# Assigned task:
Please output exactly the part of the records below that opens with the line containing "if rows is not" and closes with the line containing "return cursor.fetchall()", both lines included, and nothing else.

# Extracted data:

————

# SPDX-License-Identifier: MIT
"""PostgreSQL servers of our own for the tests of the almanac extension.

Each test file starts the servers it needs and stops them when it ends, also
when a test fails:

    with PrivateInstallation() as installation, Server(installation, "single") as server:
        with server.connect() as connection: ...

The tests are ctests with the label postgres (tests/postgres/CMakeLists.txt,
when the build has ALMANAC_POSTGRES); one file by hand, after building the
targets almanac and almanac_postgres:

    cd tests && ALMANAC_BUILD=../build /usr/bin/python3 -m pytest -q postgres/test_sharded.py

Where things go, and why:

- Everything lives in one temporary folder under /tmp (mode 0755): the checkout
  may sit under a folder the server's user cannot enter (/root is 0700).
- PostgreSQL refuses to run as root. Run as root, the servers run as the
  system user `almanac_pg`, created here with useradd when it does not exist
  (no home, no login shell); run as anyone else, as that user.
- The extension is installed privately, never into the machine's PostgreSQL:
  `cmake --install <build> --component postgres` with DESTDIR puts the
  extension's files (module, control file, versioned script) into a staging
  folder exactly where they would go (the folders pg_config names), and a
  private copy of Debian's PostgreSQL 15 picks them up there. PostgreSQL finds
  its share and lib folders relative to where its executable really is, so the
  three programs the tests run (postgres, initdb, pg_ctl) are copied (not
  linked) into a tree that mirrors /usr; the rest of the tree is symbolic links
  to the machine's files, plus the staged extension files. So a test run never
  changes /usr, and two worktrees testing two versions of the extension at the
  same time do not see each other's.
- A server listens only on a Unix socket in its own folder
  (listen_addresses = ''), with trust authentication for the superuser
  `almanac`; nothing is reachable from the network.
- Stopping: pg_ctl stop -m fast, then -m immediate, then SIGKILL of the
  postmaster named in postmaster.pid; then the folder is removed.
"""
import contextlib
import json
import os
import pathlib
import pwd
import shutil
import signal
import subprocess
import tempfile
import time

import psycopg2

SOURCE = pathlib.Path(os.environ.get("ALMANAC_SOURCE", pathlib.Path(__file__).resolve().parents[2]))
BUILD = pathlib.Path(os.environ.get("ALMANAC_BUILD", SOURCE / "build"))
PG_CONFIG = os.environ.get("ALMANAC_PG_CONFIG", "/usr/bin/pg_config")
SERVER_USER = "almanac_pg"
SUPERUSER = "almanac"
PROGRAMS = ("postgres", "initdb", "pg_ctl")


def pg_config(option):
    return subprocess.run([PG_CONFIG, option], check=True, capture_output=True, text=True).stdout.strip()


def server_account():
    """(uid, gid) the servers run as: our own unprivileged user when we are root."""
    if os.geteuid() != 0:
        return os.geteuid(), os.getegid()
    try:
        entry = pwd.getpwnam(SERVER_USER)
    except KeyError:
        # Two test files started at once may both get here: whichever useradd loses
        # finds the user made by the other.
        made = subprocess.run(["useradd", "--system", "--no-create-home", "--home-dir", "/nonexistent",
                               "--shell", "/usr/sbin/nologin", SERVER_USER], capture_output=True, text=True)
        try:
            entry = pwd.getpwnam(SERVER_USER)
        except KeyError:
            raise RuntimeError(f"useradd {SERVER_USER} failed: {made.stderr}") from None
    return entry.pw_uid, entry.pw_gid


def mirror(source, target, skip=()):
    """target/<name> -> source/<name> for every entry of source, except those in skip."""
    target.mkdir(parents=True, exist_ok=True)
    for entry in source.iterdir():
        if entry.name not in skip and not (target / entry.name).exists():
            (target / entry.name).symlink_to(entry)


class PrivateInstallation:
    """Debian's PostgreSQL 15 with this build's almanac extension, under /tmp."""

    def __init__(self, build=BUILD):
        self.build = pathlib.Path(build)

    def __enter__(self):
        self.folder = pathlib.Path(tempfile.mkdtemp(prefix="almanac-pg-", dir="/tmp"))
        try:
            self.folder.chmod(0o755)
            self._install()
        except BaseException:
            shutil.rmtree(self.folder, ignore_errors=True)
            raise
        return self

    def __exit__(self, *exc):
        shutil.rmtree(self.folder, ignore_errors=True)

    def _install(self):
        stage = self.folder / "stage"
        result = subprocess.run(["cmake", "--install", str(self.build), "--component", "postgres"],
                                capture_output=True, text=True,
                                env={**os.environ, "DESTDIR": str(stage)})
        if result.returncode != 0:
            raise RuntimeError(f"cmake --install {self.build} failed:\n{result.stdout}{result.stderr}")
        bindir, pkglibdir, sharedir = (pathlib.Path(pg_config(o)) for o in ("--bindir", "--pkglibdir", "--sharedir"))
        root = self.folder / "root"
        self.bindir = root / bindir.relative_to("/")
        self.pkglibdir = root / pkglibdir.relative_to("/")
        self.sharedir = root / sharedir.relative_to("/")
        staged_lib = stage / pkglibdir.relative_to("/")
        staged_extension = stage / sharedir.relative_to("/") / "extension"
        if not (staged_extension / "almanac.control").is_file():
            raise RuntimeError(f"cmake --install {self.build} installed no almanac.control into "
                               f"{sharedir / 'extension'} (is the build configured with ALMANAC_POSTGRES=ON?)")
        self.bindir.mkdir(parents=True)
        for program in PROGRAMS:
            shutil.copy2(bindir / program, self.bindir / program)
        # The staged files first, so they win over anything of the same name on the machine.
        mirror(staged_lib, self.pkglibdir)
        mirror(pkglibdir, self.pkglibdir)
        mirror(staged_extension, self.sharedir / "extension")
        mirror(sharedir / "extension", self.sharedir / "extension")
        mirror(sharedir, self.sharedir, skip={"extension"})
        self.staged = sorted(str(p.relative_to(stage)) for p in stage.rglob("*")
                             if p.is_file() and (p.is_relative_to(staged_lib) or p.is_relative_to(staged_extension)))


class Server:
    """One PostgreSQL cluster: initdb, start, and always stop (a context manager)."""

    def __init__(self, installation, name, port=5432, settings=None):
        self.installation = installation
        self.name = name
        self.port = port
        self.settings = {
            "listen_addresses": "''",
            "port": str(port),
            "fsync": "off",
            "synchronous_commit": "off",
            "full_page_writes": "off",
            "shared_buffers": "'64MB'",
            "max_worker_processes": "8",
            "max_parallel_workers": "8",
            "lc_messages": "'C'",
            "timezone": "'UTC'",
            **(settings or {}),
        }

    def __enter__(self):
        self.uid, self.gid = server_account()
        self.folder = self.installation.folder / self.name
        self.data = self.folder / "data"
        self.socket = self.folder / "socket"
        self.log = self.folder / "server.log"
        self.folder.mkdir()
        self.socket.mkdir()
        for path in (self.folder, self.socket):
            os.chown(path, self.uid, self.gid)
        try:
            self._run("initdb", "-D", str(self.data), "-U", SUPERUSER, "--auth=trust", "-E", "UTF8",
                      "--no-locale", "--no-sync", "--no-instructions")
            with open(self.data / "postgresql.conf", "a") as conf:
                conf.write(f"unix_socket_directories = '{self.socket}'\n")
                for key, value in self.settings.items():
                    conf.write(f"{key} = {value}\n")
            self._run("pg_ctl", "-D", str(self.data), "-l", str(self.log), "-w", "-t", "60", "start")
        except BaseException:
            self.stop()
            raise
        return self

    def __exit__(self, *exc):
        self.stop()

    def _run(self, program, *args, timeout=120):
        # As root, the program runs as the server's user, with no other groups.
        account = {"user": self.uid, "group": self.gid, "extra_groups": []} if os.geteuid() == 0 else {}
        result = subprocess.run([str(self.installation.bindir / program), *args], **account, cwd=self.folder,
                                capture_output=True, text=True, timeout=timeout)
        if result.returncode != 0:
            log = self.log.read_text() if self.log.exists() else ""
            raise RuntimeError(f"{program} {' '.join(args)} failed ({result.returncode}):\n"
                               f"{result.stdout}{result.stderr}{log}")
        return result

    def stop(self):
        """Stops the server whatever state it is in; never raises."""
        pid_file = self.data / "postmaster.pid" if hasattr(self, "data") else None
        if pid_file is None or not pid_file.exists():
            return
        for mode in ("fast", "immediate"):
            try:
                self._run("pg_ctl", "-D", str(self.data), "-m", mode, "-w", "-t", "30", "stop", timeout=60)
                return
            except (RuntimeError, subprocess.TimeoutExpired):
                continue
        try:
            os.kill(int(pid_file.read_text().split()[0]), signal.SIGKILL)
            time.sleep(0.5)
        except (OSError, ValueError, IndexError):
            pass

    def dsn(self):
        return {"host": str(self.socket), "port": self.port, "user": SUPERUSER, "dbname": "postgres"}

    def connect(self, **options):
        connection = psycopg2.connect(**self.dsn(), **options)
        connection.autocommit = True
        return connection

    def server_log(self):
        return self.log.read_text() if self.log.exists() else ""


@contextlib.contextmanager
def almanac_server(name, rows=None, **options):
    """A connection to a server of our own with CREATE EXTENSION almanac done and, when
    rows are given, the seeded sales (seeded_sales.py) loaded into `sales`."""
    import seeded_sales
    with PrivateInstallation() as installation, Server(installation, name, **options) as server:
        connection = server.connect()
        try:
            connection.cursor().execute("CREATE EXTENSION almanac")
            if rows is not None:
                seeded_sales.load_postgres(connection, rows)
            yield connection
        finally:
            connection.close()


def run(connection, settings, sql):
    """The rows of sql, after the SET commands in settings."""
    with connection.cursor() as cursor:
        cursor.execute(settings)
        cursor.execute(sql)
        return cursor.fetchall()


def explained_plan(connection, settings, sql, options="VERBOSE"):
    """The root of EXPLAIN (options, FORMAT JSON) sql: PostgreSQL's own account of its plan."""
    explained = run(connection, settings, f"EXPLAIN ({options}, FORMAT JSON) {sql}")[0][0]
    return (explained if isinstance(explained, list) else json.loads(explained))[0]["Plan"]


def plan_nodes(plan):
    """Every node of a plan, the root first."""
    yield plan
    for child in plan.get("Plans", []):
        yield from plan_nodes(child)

————

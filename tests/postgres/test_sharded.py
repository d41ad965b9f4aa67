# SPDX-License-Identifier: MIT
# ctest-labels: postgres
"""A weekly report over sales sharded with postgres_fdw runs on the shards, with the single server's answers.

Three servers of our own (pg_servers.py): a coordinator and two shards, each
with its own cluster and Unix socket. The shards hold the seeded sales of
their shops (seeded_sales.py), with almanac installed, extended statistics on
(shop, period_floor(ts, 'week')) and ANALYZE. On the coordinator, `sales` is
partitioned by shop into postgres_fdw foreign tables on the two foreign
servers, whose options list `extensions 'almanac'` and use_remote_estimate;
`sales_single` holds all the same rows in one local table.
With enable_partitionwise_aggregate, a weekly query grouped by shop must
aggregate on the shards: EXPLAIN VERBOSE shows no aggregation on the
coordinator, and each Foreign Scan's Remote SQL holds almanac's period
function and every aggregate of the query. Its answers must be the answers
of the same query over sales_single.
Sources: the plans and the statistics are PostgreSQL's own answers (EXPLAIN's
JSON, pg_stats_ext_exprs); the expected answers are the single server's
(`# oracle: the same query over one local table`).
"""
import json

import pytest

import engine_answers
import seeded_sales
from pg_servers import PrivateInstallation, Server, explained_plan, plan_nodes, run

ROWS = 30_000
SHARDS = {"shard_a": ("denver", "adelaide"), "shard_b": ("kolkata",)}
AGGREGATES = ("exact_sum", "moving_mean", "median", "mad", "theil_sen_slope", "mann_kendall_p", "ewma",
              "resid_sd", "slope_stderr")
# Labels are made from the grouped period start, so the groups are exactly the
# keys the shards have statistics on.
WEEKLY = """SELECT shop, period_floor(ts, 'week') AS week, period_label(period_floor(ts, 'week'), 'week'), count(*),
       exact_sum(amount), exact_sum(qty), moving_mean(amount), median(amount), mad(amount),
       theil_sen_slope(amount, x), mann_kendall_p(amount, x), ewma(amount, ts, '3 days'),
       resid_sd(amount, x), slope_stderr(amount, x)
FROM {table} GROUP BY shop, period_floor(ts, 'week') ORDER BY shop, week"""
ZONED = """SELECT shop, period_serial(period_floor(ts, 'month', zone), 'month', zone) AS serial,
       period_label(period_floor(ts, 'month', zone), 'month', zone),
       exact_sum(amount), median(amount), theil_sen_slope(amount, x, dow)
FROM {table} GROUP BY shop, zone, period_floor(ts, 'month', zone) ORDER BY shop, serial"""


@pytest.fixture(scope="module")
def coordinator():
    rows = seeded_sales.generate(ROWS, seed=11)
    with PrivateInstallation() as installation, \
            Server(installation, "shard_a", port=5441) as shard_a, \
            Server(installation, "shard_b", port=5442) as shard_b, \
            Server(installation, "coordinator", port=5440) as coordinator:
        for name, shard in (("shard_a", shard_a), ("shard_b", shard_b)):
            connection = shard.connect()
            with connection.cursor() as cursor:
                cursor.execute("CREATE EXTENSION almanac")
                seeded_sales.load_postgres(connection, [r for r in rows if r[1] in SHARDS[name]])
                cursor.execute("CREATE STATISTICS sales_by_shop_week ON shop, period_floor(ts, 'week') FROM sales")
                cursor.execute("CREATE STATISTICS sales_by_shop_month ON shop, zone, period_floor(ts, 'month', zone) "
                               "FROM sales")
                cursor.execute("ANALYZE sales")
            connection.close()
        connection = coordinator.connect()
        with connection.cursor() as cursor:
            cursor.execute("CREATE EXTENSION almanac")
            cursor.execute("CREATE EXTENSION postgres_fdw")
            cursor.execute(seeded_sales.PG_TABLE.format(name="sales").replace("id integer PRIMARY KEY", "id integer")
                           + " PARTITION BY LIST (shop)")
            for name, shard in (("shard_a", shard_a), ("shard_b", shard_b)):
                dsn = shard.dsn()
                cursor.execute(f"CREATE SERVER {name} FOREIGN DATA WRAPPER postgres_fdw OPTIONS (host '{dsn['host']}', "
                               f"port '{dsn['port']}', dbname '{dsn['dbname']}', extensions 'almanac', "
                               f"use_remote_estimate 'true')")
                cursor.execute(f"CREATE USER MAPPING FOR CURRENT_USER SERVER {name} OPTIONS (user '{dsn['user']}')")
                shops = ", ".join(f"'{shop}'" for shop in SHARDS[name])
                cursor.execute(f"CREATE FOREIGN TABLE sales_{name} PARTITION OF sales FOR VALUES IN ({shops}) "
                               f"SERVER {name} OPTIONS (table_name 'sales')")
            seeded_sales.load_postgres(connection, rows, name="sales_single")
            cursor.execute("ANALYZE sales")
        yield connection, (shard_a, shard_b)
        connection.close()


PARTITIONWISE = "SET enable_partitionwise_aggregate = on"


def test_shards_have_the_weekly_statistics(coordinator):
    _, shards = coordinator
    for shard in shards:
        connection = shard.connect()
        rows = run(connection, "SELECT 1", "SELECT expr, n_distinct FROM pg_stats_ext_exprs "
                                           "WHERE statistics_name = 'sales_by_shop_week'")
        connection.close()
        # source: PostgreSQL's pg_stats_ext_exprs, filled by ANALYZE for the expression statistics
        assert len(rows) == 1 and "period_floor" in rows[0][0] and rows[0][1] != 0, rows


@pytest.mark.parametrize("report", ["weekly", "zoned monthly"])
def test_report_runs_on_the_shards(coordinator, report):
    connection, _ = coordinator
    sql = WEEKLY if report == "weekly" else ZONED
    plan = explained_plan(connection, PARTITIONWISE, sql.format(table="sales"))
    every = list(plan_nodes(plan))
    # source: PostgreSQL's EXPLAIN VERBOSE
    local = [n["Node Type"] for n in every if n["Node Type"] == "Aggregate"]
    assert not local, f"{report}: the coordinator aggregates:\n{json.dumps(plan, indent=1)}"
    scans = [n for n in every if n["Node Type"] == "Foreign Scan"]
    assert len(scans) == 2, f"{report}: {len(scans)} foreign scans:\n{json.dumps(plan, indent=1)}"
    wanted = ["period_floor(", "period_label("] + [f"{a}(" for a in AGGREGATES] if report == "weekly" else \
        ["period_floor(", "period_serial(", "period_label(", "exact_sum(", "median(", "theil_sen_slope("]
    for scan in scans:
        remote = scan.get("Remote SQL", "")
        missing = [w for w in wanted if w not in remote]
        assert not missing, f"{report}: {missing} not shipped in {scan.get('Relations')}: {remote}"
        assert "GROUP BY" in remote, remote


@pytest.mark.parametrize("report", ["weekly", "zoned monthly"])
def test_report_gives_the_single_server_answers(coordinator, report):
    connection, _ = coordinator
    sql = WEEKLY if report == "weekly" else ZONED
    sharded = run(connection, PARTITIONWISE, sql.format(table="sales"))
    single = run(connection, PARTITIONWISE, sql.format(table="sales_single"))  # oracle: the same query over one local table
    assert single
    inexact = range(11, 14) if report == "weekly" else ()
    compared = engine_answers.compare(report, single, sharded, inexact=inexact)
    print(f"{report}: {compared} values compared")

————

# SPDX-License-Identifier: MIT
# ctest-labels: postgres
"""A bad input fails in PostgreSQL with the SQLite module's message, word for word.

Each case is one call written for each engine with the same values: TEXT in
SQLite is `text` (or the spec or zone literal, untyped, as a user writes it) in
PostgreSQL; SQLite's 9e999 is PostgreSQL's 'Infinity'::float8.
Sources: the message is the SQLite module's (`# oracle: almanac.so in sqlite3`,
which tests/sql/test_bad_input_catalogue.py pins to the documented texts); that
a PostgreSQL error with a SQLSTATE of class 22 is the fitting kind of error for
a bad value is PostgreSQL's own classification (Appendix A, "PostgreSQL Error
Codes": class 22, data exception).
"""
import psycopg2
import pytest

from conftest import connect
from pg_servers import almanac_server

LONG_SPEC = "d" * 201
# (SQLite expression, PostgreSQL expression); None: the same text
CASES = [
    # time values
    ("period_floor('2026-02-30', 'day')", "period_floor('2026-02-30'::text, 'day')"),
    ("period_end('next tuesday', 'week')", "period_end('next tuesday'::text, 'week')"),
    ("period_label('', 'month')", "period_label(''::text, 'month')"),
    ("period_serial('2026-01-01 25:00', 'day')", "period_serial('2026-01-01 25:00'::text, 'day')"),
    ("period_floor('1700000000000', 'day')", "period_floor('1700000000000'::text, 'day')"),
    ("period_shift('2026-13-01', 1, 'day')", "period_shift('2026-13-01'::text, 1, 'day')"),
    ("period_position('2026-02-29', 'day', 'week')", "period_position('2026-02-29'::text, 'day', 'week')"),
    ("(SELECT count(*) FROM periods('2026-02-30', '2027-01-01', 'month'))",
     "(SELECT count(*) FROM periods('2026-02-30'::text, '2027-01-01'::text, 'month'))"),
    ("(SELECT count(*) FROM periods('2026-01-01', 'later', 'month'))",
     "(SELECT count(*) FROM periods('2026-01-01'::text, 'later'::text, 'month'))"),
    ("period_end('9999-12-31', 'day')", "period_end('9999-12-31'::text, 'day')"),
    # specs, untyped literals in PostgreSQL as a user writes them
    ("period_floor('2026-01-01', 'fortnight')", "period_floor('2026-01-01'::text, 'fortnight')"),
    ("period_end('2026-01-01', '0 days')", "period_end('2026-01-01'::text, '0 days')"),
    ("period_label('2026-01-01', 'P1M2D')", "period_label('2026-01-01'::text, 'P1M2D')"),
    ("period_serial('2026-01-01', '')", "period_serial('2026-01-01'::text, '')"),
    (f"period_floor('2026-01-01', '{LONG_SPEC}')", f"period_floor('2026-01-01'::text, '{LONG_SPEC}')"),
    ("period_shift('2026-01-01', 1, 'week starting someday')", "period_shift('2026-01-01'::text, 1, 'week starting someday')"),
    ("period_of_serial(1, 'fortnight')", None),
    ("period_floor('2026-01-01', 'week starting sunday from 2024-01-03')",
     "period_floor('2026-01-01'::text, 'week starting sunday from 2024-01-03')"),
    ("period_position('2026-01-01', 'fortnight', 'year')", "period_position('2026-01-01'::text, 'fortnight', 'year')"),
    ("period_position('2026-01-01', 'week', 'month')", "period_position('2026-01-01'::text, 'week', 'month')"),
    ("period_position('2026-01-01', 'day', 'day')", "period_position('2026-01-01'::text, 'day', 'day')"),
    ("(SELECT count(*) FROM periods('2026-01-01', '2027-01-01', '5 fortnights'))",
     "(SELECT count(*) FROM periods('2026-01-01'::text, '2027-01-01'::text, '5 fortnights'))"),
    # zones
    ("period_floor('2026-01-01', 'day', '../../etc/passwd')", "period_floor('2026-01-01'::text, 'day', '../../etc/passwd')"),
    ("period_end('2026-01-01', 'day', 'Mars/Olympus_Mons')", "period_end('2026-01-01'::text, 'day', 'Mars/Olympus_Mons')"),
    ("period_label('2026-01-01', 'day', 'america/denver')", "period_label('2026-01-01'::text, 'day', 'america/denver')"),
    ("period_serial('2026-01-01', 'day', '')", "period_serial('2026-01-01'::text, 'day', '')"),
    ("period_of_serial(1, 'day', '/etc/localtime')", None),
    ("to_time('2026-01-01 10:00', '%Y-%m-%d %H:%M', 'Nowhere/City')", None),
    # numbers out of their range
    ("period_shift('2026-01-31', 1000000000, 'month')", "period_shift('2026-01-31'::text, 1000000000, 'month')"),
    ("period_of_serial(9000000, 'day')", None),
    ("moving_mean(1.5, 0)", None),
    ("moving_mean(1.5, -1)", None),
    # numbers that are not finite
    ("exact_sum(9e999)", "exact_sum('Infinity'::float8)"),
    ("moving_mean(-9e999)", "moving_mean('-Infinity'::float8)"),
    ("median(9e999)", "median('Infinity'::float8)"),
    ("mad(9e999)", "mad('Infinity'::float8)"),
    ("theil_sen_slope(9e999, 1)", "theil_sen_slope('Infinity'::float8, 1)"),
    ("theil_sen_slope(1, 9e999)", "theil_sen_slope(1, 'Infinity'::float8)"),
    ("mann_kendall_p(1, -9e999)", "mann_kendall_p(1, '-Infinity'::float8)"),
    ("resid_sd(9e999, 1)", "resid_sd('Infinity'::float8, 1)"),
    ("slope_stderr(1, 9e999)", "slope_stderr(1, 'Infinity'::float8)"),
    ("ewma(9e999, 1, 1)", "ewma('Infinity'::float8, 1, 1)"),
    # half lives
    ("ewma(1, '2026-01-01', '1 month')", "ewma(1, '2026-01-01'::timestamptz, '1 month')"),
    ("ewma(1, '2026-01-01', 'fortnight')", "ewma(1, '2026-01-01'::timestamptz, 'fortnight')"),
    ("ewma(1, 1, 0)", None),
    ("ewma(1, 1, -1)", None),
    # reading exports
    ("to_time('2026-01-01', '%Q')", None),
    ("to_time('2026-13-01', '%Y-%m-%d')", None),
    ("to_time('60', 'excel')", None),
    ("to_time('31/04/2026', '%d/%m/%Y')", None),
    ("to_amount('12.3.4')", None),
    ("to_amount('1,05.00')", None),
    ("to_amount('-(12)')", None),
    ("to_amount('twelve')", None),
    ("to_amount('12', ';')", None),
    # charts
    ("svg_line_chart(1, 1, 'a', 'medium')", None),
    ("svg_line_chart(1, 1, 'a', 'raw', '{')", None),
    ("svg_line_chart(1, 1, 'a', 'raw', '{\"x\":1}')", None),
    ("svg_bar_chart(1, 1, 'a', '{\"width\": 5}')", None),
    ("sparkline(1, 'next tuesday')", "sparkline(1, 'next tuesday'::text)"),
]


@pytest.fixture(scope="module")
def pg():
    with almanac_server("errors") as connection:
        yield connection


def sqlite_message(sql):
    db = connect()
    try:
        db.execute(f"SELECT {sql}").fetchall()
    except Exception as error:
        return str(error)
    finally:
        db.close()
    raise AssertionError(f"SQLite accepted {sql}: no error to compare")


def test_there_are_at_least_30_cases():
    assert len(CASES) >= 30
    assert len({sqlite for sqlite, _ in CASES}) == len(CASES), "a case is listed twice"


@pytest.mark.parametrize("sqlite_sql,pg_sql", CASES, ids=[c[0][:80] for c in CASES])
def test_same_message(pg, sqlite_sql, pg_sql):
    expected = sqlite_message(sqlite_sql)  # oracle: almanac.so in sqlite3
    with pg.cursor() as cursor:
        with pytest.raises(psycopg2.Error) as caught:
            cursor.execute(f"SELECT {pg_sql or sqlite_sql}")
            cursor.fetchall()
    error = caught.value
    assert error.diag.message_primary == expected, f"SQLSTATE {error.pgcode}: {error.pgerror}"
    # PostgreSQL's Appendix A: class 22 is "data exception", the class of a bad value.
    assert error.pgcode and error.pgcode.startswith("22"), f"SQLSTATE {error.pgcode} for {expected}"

————

# Exercise output:
            if rows is not None:
                seeded_sales.load_postgres(connection, rows)
            yield connection
        finally:
            connection.close()


def run(connection, settings, sql):
    """The rows of sql, after the SET commands in settings."""
    with connection.cursor() as cursor:
        cursor.execute(settings)
        cursor.execute(sql)
        return cursor.fetchall()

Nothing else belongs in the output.